Question of the Week # 273

273 ) A 58 year old man with history of chronic smoking and coronary artery disease is seen in your office for a second opinion regarding smoking cessation. He suffered an acute myocardial infarction two years ago and has had percutaneous coronary intervention with stent placement. He has not had any coronary events in the past 2 years. He denies any chest pain. He was recently placed on Nicotine patches for treatment of tobacco use by his primary care physician. The patient is concerned that the nicotine may increase his risk of having a coronary event and requests you for a second opinion regarding nicotine patch therapy. Physical examination is unremarkable. Which of the following is the most appropriate response?
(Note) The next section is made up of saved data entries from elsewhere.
def search_budget(space: SpaceSpec, fitness: CachedAccuracy, latency: CachedLatency, budget_ms: float,
                  device: str, settings: SearchSettings, log_path: Optional[Path] = None,
                  progress: bool = False, limit_ms: Optional[float] = None,
                  usable_ms: Optional[float] = None, seeds: Sequence[Candidate] = ()) -> BudgetResult:
    """Evolution under predicted latency <= limit_ms (default: the budget), its preferred band under
    ``usable_ms`` (the budget less its expected guard; default: the limit), started from ``seeds`` (the
    device's candidates so far) that lie in its band; every candidate is appended to ``log_path``."""
    cfg = settings.evolution()
    limit_ms = budget_ms if limit_ms is None else limit_ms
    fresh0, hits0, t0 = fitness.fresh, fitness.hits, time.perf_counter()
    bar = _bar(cfg.evaluations, f"{device} {budget_label(budget_ms)}", progress)
    best = [float("-inf")]

    def on_eval(c: Candidate) -> None:
        rec = fitness.cache.get(c.key) or {}
        if log_path is not None:
            append_jsonl(log_path, {"device": device, "budget_ms": budget_ms, "generation": c.generation,
                                    "key": c.key, "val_acc": c.fitness, "predicted_ms": round(c.latency_ms, 5),
                                    "params": rec.get("params"), "macs": rec.get("macs"),
                                    "limit_ms": round(limit_ms, 5)})
        best[0] = max(best[0], c.fitness)
        if bar is not None:
            bar.update(1)
            bar.set_postfix(best=f"{best[0]:.2f}")

    try:
        cands = regularized_evolution(space, fitness, latency, limit_ms, cfg, on_eval, device, usable_ms, seeds)
    finally:
        if bar is not None:
            bar.close()
    return BudgetResult(device, budget_ms, cands, time.perf_counter() - t0,
                        fitness.fresh - fresh0, fitness.hits - hits0)


def _bar(total: int, desc: str, enabled: bool) -> Optional[Any]:
    if not enabled:
        return None
    return bar(total=total, desc=desc, unit="eval", leave=False)


def drop_logged(path: Path, device: str, budget_ms: float) -> None:
    """Forget an earlier search's lines for this (device, budget), so the log shows the latest one."""
    rows = read_jsonl(path)[0]
    keep = [r for r in rows if not (r.get("device") == device and r.get("budget_ms") == budget_ms)]
    if len(keep) != len(rows):
        write_text(path, "".join(json.dumps(r) + "\n" for r in keep))


def write_front(path: Path, device: str, log_path: Path) -> list[dict[str, Any]]:
    """Pareto front (validation accuracy vs predicted latency) over every candidate logged for
    the device, whichever budget or earlier invocation evaluated it."""
    points = {r["key"]: (r["key"], r["val_acc"], r["predicted_ms"]) for r in read_jsonl(log_path)[0]
              if r.get("device") == device}
    rows = [{"key": k, "val_acc": a, "predicted_ms": ms} for k, a, ms in pareto_front(list(points.values()))]
    write_json(path, rows)
    return rows


def ranked_within(candidates: list[Candidate], budget_ms: float) -> list[Candidate]:
    """Distinct candidates under the predicted budget, most accurate first (faster first on ties)."""
    seen: dict[str, Candidate] = {}
    for c in candidates:
        if c.latency_ms <= budget_ms:
            seen[c.key] = c
    return sorted(seen.values(), key=lambda c: (-c.fitness, c.latency_ms))


def measuring_order(ctx: SearchContext, ranked: list[Candidate]) -> list[Candidate]:
    """The order in which candidates are measured: Pareto front first (evolution.front_first). When the
    search scored a capped part of the validation split, its best ``rescore`` candidates are scored
    again on the whole split and only they are ordered by that; the rest follow, reached only if none
    of them fits. A cheap ranking's noise then picks what is re-scored, not the pick."""
    n = ctx.settings.rescore
    if ctx.whole is None or n <= 0:
        return front_first(ranked)
    t0, fresh = time.perf_counter(), ctx.whole.fresh
    with ctx.cpu.phase("rescore"):
        head = sorted((replace(c, fitness=ctx.whole(c.subnet)) for c in ranked[:n]), key=lambda c: (-c.fitness, c.latency_ms))
    ctx.say(f"  re-scored the best {len(head)} on the whole validation split ({ctx.whole.fresh - fresh} new) "
            f"in {time.perf_counter() - t0:.1f} s")
    return front_first(head) + ranked[n:]


def time_report(r: BudgetResult, phases: dict[str, float]) -> str:
    """Where one budget's search time went."""
    n = len(r.candidates)
    other = r.seconds - sum(phases.values())
    spent = ", ".join(f"{k} {v:.1f} s" for k, v in [*phases.items(), ("other", other)])
    shared = n - r.fresh - r.cached  # adopted from the device's other budgets without a fitness call
    return (f"{r.device} {budget_label(r.budget_ms)}: {n} candidates ({r.fresh} evaluated, {r.cached} from cache, "
            f"{shared} from other budgets) "
            f"in {r.seconds:.1f} s = {r.fresh / max(r.seconds, 1e-9):.2f} evaluations/s; {spent}")


def load_predictors(paths: list[str], recipe: Recipe) -> list[tuple[LatencyTable, LatencyPredictor]]:
    """(table, predictor of the table's budget percentile) per --table; tables measured for
    another space are refused by the latency module."""
    out = []
    for p in paths:
        predictor = load_predictor(recipe, p, target="budget_stat_ms")
        out.append((predictor.table, predictor))
    names = [t.name for t, _ in out]
    if len(set(names)) != len(names):
        raise UserError(f"two --table files name the same device {names}: pass each device once")
    return out


def run_search(run_dir: str | Path, table_paths: list[str], budget_ms: list[float], settings: SearchSettings,
               progress: bool = True, say: Callable[[str], None] = print) -> list[dict[str, Any]]:
    """Search, verify and export every (device, budget) (budgets in ms, parsed by the caller: a command
    checks them before anything loads); returns the rows of picks.json written."""
    run_dir = Path(run_dir)
    run = load_trained(run_dir)
    cfg = run.recipe
    tables = load_predictors(table_paths, cfg)
    ds = load_dataset(cfg.data, cfg.seed)
    if ds.class_names != run.class_names:
        raise UserError(f"the data the recipe points at has classes {ds.class_names}, the run was trained on {run.class_names}")
    for table, predictor in tables:  # impossible budgets fail before anything is written
        for b in budget_ms:
            fastest_check(cfg.space, predictor.predict_ms, b, table.name)
    compute = RunAccuracy(run, ds, settings.val_images, settings.backend)
    fitness = CachedAccuracy(AccuracyCache(run_dir / "search" / "accuracy_cache.jsonl", compute.tag(run_dir)), compute)
    whole = None
    if settings.rescore > 0 and compute.images < len(ds.val_y):
        rest = RunAccuracy(run, ds, 0, settings.backend, skip=compute.images, recalibrator=compute.recalibrate)
        full = WholeSplit(fitness, compute.images, rest)  # a re-score pays for the images not yet scored only
        whole = CachedAccuracy(AccuracyCache(run_dir / "search" / "accuracy_cache.jsonl", full.tag(run_dir)), full)
    ctx = SearchContext(run_dir, run, ds, settings, fitness, compute, progress, say, whole)
    say(f"fitness: validation top-1 on {compute.images} of {len(ds.val_y)} validation images ({compute.backend}) "
        f"after BN recalibration on {len(compute.calib)} training batches; {len(fitness.cache.entries)} cached"
        + (f"; the best {settings.rescore} per budget scored again on all {len(ds.val_y)}" if whole else ""))
    picks: list[dict[str, Any]] = []
    for table, predictor in tables:
        picks += _search_device(ctx, table, predictor, budget_ms)
    return picks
A) Nicotine replacement  is contraindicated in patients with cardiovascular diseases

B) Periodic counselling alone is very effective for smoking cessation.

C) Nicotine patch is not an independent risk factor for acute myocardial infarction

D) Your doctor knows what is best for you and you should follow his recommendations.

E) Varenicline is completely safe smoking cessation strategy in patients with cardiovascular disease.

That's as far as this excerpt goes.